In 1996 he won the Perrier Award at the Edinburgh Festival Fringe, the top comedy prize; in 1999 he played Rufus the Thief in the romantic-comedy film "Notting Hill." A year later he helped write the British sitcom "Black Books" and starred in it as a chain-smoking, wine-soaked misanthropic bookshop owner not unlike himself.

He is protective of his private life but allows that he lives in Edinburgh, is single and smokes Marlboro Lights. Lots and lots of them.

Mr. Moran arrived at Caroline's at just past 10 p.m. on June 22, and after a quick study of his joke order he went on and promptly did seven minutes, far too long for the Letterman show. Mr. Brill was concerned.

"You didn't get your first laugh till 55 seconds," Mr. Brill said. "It's better to get it in the first 20."

And this: "Right now it looks like you're thinking, and we want to get rid of that."

And this: "They have to understand you. You did, like, 10 minutes of material in 7 minutes."

So off they went to another Manhattan club, Stand-Up New York, on West 78th, trimming Mr. Moran's act in the taxi uptown. Arriving, Mr. Moran was rushed past a poster advertising "Dillon Moran," and in front of a well-lubricated, almost-laughed-out audience.

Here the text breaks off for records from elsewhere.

/**
 * Errors of a general-perturbations element set as it ages (PHYSICS.md §13;
 * from memory, rough): SGP4 is good to about 1 km near epoch and its
 * along-track error grows by about 1–3 km per day in LEO (more at low
 * altitude and at solar maximum), the cross-track error far more slowly.
 * Model (our choice, linear): e_along = e0 + r_along·|age|, e_cross = e0 + r_cross·|age|,
 * age = t − epoch in days (|age|: propagating backwards ages the set too).
 * The pointing error at a station is the error's component perpendicular to
 * the line of sight over the range; the AOS/LOS timing error is the
 * along-track error over the ground-track speed.
 */
import { checkAtLeast } from './range.js';

const DEG = Math.PI / 180;

export interface ElementErrorRates {
  /** Position error at epoch in each of the along- and cross-track directions (km). */
  atEpochKm: number;
  alongTrackKmPerDay: number;
  crossTrackKmPerDay: number;
}

/** Along- and cross-track error (km) of an element set `ageDays` old: linear growth from the error at epoch. */
export function elementErrorKm(a: ElementErrorRates & { ageDays: number }): { alongTrackKm: number; crossTrackKm: number } {
  checkAtLeast('elementErrorKm', 'atEpochKm', a.atEpochKm, 0, 'km');
  checkAtLeast('elementErrorKm', 'alongTrackKmPerDay', a.alongTrackKmPerDay, 0, 'km/day');
  checkAtLeast('elementErrorKm', 'crossTrackKmPerDay', a.crossTrackKmPerDay, 0, 'km/day');
  const age = Math.abs(a.ageDays);
  return { alongTrackKm: a.atEpochKm + a.alongTrackKmPerDay * age, crossTrackKm: a.atEpochKm + a.crossTrackKmPerDay * age };
}

/**
 * Angle (deg) at the station between where the satellite is and where the
 * elements put it: atan(|e⊥| / range), e⊥ the part of the position error
 * perpendicular to the line of sight. The along-track error lies along the
 * inertial velocity v, the cross-track error along the orbit normal r × v;
 * their perpendicular parts are combined as independent errors (root sum of
 * squares). `los` is a unit line of sight (either sense), r and v the
 * satellite's inertial position and velocity (km, km/s), in one frame.
 */
export function elementPointingErrorDeg(a: {
  alongTrackKm: number; crossTrackKm: number; rangeKm: number;
  los: ArrayLike<number>; positionKm: ArrayLike<number>; velocityKmS: ArrayLike<number>;
}): number {
  const l = a.los, r = a.positionKm, v = a.velocityKmS;
  return pointingKernel(a.alongTrackKm, a.crossTrackKm, a.rangeKm, l[0], l[1], l[2], r[0], r[1], r[2], v[0], v[1], v[2]);
}

function pointingKernel(ea: number, ec: number, range: number, lx: number, ly: number, lz: number,
  rx: number, ry: number, rz: number, vx: number, vy: number, vz: number): number {
  const vn = Math.sqrt(vx * vx + vy * vy + vz * vz);
  const hx = ry * vz - rz * vy, hy = rz * vx - rx * vz, hz = rx * vy - ry * vx;
  const hn = Math.sqrt(hx * hx + hy * hy + hz * hz);
  const ca = (lx * vx + ly * vy + lz * vz) / vn;
  const cc = (lx * hx + ly * hy + lz * hz) / hn;
  const pa2 = ea * ea * Math.max(0, 1 - ca * ca);
  const pc2 = ec * ec * Math.max(0, 1 - cc * cc);
  return Math.atan(Math.sqrt(pa2 + pc2) / range) / DEG;
}

/**
 * elementPointingErrorDeg over columns: entries [from, from + n) of the
 * satellite's TEME state against entries 0 … n−1 of the line of sight and
 * range, the errors per entry in along/cross, into out[0 … n−1].
 */
export function elementPointingErrorColumnDeg(
  rx: Float64Array, ry: Float64Array, rz: Float64Array, vx: Float64Array, vy: Float64Array, vz: Float64Array, from: number,
  losX: Float64Array, losY: Float64Array, losZ: Float64Array, rangeKm: Float64Array,
  along: Float64Array, cross: Float64Array, n: number, out: Float64Array,
): void {
  for (let i = 0; i < n; i++) {
    const j = from + i;
    out[i] = pointingKernel(along[i], cross[i], rangeKm[i], losX[i], losY[i], losZ[i], rx[j], ry[j], rz[j], vx[j], vy[j], vz[j]);
  }
}

/** WGS-84 semi-axes (km). */
const A_KM = 6378.137;
const B_KM = 6356.752314245;

/**
 * Ground-track speed (km/s): the speed of the sub-satellite point over the
 * ellipsoid, the Earth-fixed velocity's horizontal part scaled from the
 * satellite's radius to the geocentric radius of the WGS-84 ellipsoid below it.
 */
export function groundTrackSpeedKmS(a: { positionEcefKm: ArrayLike<number>; velocityEcefKmS: ArrayLike<number> }): number {
  const p = a.positionEcefKm, v = a.velocityEcefKmS;
  const x = p[0], y = p[1], z = p[2], vx = v[0], vy = v[1], vz = v[2];
  const r = Math.sqrt(x * x + y * y + z * z);
  const vr = (x * vx + y * vy + z * vz) / r;
  const vh = Math.sqrt(Math.max(0, vx * vx + vy * vy + vz * vz - vr * vr));
  const sinLat = z / r, cosLat = Math.sqrt(x * x + y * y) / r;
  const a2c = A_KM * A_KM * cosLat, b2s = B_KM * B_KM * sinLat, ac = A_KM * cosLat, bs = B_KM * sinLat;
  const re = Math.sqrt((a2c * a2c + b2s * b2s) / (ac * ac + bs * bs));
  return (vh * re) / r;
}

/** AOS/LOS uncertainty (± s): the along-track error over the ground-track speed. */
export function timingUncertaintyS(a: { alongTrackKm: number; groundTrackSpeedKmS: number }): number {
  checkAtLeast('timingUncertaintyS', 'groundTrackSpeedKmS', a.groundTrackSpeedKmS, 0, 'km/s', true);
  return a.alongTrackKm / a.groundTrackSpeedKmS;
}
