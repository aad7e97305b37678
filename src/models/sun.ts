/**
 * The Sun's apparent place, low-precision formula of the Astronomical Almanac
 * (PHYSICS.md §13; from memory: written down from the Almanac's "low
 * precision formulas for the Sun", stated there good to about 0.01° over
 * 1950–2050). Right ascension and declination are of date (true equator,
 * equinox of date, aberration included through the formula's mean longitude).
 */
const DEG = Math.PI / 180;

/** Unix time of JD 2451545.0 (J2000.0, 2000-01-01T12:00 on the TT scale used as UTC here: the offset is added separately). */
const J2000_UNIX_S = 946_728_000;

/**
 * TT − UTC (s) since 2017-01-01: TAI − UTC = 37 s (no leap second since) plus
 * TT − TAI = 32.184 s (IERS Bulletin C; from memory). A leap second would
 * change the Sun's place by 0.0003°, far below the formula's accuracy.
 */
export const TT_MINUS_UTC_S = 69.184;

/** Diameter of the solar disc as seen from the Earth (deg), about 0.53° (PHYSICS.md §13; optical disc, mean distance). */
export const SUN_DISC_DIAMETER_DEG = 0.533;

export interface SolarPosition {
  /** Apparent right ascension of date, 0–360° (deg). */
  rightAscensionDeg: number;
  /** Apparent declination of date (deg). */
  declinationDeg: number;
  /** Earth–Sun distance (astronomical units). */
  distanceAu: number;
}

/** Years 1950–2100 (the formula's stated span with a margin; outside it the error grows with the years). */
const VALID_FROM_S = -631_152_000; // 1950-01-01
const VALID_TO_S = 4_102_444_800; // 2100-01-01

/**
 * The Sun's apparent right ascension, declination and distance at a UTC
 * instant (Unix seconds): Astronomical Almanac low-precision formula
 * (n = JD(TT) − 2451545; L, g, λ, ε, α, δ, R as in PHYSICS.md §13).
 */
export function solarPosition(timeUtcS: number): SolarPosition {
  if (!(timeUtcS >= VALID_FROM_S && timeUtcS <= VALID_TO_S)) {
    throw new RangeError(`solarPosition: timeUtcS = ${timeUtcS} is outside 1950–2100 (allowed ${VALID_FROM_S} … ${VALID_TO_S} s)`);
  }
  const out = { rightAscensionDeg: NaN, declinationDeg: NaN, distanceAu: NaN };
  solarPlace(timeUtcS, out);
  return out;
}

/** solarPosition without the range check and without allocating (for column loops). */
export function solarPlace(timeUtcS: number, out: SolarPosition): SolarPosition {
  const n = (timeUtcS + TT_MINUS_UTC_S - J2000_UNIX_S) / 86_400;
  const L = 280.460 + 0.9856474 * n;
  const g = (357.528 + 0.9856003 * n) * DEG;
  const lambda = (L + 1.915 * Math.sin(g) + 0.020 * Math.sin(2 * g)) * DEG;
  const eps = (23.439 - 0.0000004 * n) * DEG;
  const sl = Math.sin(lambda);
  let ra = Math.atan2(Math.cos(eps) * sl, Math.cos(lambda)) / DEG;
  if (ra < 0) ra += 360;
  out.rightAscensionDeg = ra;
  out.declinationDeg = Math.asin(Math.sin(eps) * sl) / DEG;
  out.distanceAu = 1.00014 - 0.01671 * Math.cos(g) - 0.00014 * Math.cos(2 * g);
  return out;
}

const scratch: SolarPosition = { rightAscensionDeg: NaN, declinationDeg: NaN, distanceAu: NaN };
/**
 * Unit vector toward the Sun in the equatorial frame of date (x to the
 * equinox, z to the pole), into out[o … o+2]. Used as TEME: TEME's mean
 * equinox differs from the true one by the equation of the equinoxes, at most
 * about 0.005° (from memory), below the formula's 0.01°.
 */
export function sunDirection(timeUtcS: number, out: Float64Array, o = 0): void {
  solarPlace(timeUtcS, scratch);
  const a = scratch.rightAscensionDeg * DEG, d = scratch.declinationDeg * DEG;
  const cd = Math.cos(d);
  out[o] = cd * Math.cos(a);
  out[o + 1] = cd * Math.sin(a);
  out[o + 2] = Math.sin(d);
}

"You don't build anything when you're alone," he said, opening up his bit, "except a little matchstick cathedral of despair."

The audience chuckled, but Mr. Moran rushed, and this time the routine was too short.

"You shouldn't speed," Mr. Brill said.

"I was trying to get that 20-second laugh," Mr. Moran responded, a bit worriedly.

On to the next club, the Comic Strip on the Upper East Side, a 10-minute taxi across Central Park. Mr. Moran hit the stage for the fourth time that night, at 11 p.m., in front of a fairly skeletal crowd, made up of a birthday party, a group of office workers and more than a few fellow comedians.

"When people say they need space, they never say how much," Mr. Moran opined. "But it always seems to be the exact same amount of space as occupied by you."

Big laugh. Mr. Brill checked his stopwatch: 20 seconds. And just like that, Mr. Moran had won over another American fan.

"You're going to be great," Mr. Brill said, smiling.

And sure enough, during taping two days later, Mr. Moran did very well on "The Late Show," getting a big laugh at the 20-second mark and even a pat on the back from an amused Mr. Letterman. "Let's hear it for Dylan Moran," Mr. Letterman said, and the crowd did his bidding.

Later an exhausted Mr. Moran sucked on one of his ever-present cigarettes and considered it all.

"It's not digging coal, is it, or whaling, but there is pressure to go on and get it right," he said in his sweetly cynical brogue. "I'm trying to satisfy a set of criteria that's not native to me, so . . ."

He trailed off, before inhaling again and adding: "I'm just glad all that stuff is behind me."